*** DATA PROVIDED

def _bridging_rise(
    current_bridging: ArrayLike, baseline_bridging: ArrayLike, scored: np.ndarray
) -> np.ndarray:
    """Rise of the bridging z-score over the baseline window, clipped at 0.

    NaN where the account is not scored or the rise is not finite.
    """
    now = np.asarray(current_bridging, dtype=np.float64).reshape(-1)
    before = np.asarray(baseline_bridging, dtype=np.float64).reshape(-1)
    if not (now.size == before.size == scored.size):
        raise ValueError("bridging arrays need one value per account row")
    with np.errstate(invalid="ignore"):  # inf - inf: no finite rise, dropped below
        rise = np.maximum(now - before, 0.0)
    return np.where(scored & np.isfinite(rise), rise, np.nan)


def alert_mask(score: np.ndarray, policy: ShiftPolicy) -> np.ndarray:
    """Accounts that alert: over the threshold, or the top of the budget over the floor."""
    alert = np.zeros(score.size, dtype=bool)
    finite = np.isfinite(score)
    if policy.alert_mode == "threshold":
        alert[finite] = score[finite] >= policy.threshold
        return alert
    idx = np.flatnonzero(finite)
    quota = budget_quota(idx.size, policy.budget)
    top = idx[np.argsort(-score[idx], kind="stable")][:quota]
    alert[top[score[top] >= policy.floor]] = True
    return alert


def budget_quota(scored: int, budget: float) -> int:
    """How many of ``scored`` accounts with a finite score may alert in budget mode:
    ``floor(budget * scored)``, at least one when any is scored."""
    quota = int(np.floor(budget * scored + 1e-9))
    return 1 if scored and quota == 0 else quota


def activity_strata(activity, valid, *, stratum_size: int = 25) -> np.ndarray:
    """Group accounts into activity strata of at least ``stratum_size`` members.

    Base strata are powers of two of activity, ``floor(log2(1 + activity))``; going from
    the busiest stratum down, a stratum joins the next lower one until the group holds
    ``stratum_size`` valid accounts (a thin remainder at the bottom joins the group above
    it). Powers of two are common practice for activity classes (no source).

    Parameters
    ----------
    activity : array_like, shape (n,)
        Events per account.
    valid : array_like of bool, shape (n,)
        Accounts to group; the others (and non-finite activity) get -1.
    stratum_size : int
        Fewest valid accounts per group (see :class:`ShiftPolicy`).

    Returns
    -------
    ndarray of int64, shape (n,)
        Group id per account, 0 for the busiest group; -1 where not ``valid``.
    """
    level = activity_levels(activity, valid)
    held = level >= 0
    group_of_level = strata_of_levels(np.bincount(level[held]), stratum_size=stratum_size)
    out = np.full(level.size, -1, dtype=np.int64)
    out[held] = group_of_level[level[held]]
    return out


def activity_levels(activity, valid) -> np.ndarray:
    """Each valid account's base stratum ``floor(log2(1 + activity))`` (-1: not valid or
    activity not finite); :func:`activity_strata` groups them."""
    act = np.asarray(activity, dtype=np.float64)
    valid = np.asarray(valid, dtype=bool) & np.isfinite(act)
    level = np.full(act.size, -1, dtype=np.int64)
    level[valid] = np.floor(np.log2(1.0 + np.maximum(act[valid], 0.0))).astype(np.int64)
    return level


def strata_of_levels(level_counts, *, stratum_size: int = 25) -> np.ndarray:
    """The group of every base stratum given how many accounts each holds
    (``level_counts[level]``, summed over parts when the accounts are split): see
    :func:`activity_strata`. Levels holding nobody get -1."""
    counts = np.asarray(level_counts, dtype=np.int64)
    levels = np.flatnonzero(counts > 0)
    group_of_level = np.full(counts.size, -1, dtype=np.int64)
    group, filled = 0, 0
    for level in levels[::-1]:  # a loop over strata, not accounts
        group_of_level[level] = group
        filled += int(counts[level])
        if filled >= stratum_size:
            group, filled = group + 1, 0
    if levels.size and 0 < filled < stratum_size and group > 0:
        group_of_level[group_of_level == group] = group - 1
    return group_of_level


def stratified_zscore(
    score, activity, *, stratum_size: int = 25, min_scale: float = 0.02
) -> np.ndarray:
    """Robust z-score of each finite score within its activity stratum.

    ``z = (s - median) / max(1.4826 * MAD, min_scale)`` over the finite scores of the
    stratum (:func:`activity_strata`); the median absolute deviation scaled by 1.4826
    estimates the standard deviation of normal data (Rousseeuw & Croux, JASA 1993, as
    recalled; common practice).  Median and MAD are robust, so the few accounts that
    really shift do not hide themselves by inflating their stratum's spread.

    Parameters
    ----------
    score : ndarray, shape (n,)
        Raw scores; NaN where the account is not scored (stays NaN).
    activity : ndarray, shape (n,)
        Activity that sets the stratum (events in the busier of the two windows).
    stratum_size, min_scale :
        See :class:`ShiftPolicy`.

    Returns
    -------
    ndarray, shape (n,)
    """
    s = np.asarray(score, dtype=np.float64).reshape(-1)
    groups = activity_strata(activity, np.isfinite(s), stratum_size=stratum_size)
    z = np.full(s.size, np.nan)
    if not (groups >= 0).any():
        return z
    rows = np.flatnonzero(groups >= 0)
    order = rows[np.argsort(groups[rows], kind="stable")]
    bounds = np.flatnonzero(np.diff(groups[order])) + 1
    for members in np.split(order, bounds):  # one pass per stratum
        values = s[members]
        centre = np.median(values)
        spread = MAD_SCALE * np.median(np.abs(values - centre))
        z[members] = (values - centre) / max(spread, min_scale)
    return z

******

▶ **TASK INSTRUCTIONS**: How many lines of the material contain the string "scored"? Answer with that number alone.

▶ **SOLUTION TO THIS TASK**: 10